Revenues and costs resulting from pastoral or agricultural activities are not accounted for either, since the tree and cork growth modules included in the SUBER model do not take into account the influence of these practices on tree and cork growth. These have been considered by Campos et al. (2007a, 2007b, 2008), Costa et al. (2010) and Fragoso et al. (2011) using alternative simulation tools that do not account for the increase of cork thickness with increasing cork age, the existence of cork prices structures or the differences in cork growth and quality between trees in the same stand.

Materials and methodsTop

Tree data

Tree data was collected on three existing permanent plots established in three young cork oak plantations. The stands present similar tree density and management operations up to the moment of the measurement (Table 1). A characterization of the stands at the year of the measurement is presented in Table 1, including site index value for a base age of 80 years estimated with the model developed by Sánchez-González et al. (2005).

The three selected plots are part of a larger database that includes measurements made in 42 permanent plots established in young plantations in Portugal, which present site index values ranging from 11.5 to 18.4 m (reference age of 80 years), with an average value of 16.6 m. Fig. 1 presents the measurements of dominant height taken in these plots, and five curves representing the Sánchez-González et al. (2005) dominant height curves for 10m, 12m, 14m, 16 and 18m classes, the range of site indices observed in Portugal. The selection of the three stands was made in order to include stands with different site index values, characterizing different growth conditions of new cork oak plantations. The three stands present the following values of site index: 14.4 m, 15.6 m and 17.1 m. Also, in order to homogenize the data from the different stands and make the equivalent annual annuity analysis comparable, stands were selected in order to present similar age and number of trees per hectare in the year of the measurement.

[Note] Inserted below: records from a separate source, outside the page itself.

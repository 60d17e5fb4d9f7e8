/**
 * The free-order law's two parametrisations: (C0, k, n), reported, with −dC/dt = k·Cⁿ; and the
 * initial-rate form (C0, r0, n), r0 = k·C0ⁿ the initial rate, in which it is fitted (see
 * `initialRateLawAt` and `rate-law-problem.ts` for why).
 *
 * Formula in words: k = r0·C0^(−n), r0 = k·C0ⁿ. A covariance Σ of (C0, r0, n) becomes T·Σ·Tᵀ for
 * (C0, k, n), T the Jacobian of the map: ∂k/∂C0 = −n·k/C0, ∂k/∂r0 = C0^(−n), ∂k/∂n = −k·ln C0. For the
 * least-squares covariance s²·(JᵀJ)⁻¹ this is exact, not an approximation: the Jacobian of the model in
 * (C0, k, n) is J·T⁻¹, so its (JᵀJ)⁻¹ is T·(JᵀJ)⁻¹·Tᵀ.
 *
 * Reference: change of parameters in the asymptotic covariance, D. M. Bates & D. G. Watts, Nonlinear
 * Regression Analysis and Its Applications (1988) §3.2 (from memory).
 *
 * Throws nothing. Example: `rateConstantOf(100, 2, 1)` is 0.02, `initialRateOf(100, 0.02, 1)` is 2.
 */

export function rateConstantOf(initialValue: number, initialRate: number, n: number): number {
  return initialRate * Math.exp(-n * Math.log(initialValue));
}

export function initialRateOf(initialValue: number, rateConstant: number, n: number): number {
  return rateConstant * Math.exp(n * Math.log(initialValue));
}

/** The covariance of (C0, k, n) from that of (C0, r0, n) (3×3, nested rows) at (C0, r0, n). */
export function rateConstantFormCovariance(
  initialValue: number,
  initialRate: number,
  n: number,
  covariance: readonly (readonly number[])[],
): number[][] {
  const rateConstant = rateConstantOf(initialValue, initialRate, n);
  const logInitial = Math.log(initialValue);
  const map = [
    [1, 0, 0],
    [(-n * rateConstant) / initialValue, Math.exp(-n * logInitial), -rateConstant * logInitial],
    [0, 0, 1],
  ];
  const product = map.map((row) =>
    [0, 1, 2].map((j) => row.reduce((sum, entry, k) => sum + entry * covariance[k]![j]!, 0)),
  );
  return product.map((row) =>
    [0, 1, 2].map((j) => row.reduce((sum, entry, k) => sum + entry * map[j]![k]!, 0)),
  );
}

Figure 1. Dominant height value measured in permanent plots installed in young cork oak plantations in Portugal. Dots refer to permanent plots only measured once; black lines refer to plots already measured twice; hatched lines are the site index curves for cork oak, according to Sánchez-González et al. (2005) model for a base age of 80 years. The five curves represent the range of site indices observed in Portugal 10 m, 12 m, 14 m, 16 m and 18 m.

Cork data

The SUBER model needs the input of the empirical distribution values for the cork thickness and for the cork quality variables. These two distributions may be applied to the model from two alternative sources: i) at the tree level: information collected during a forest inventory and cork sampling procedures; ii) at the stand level: information derived from forest inventory or other source but not only available at the stand level (see details in Paulo, 2011). In the latter option the model uses the distribution values to assign cork growth index and cork quality class values to each tree in the stand, using Monte Carlo simulation (e.g. Gilks et al., 1996). In the present research the information provided refers to frequency distributions.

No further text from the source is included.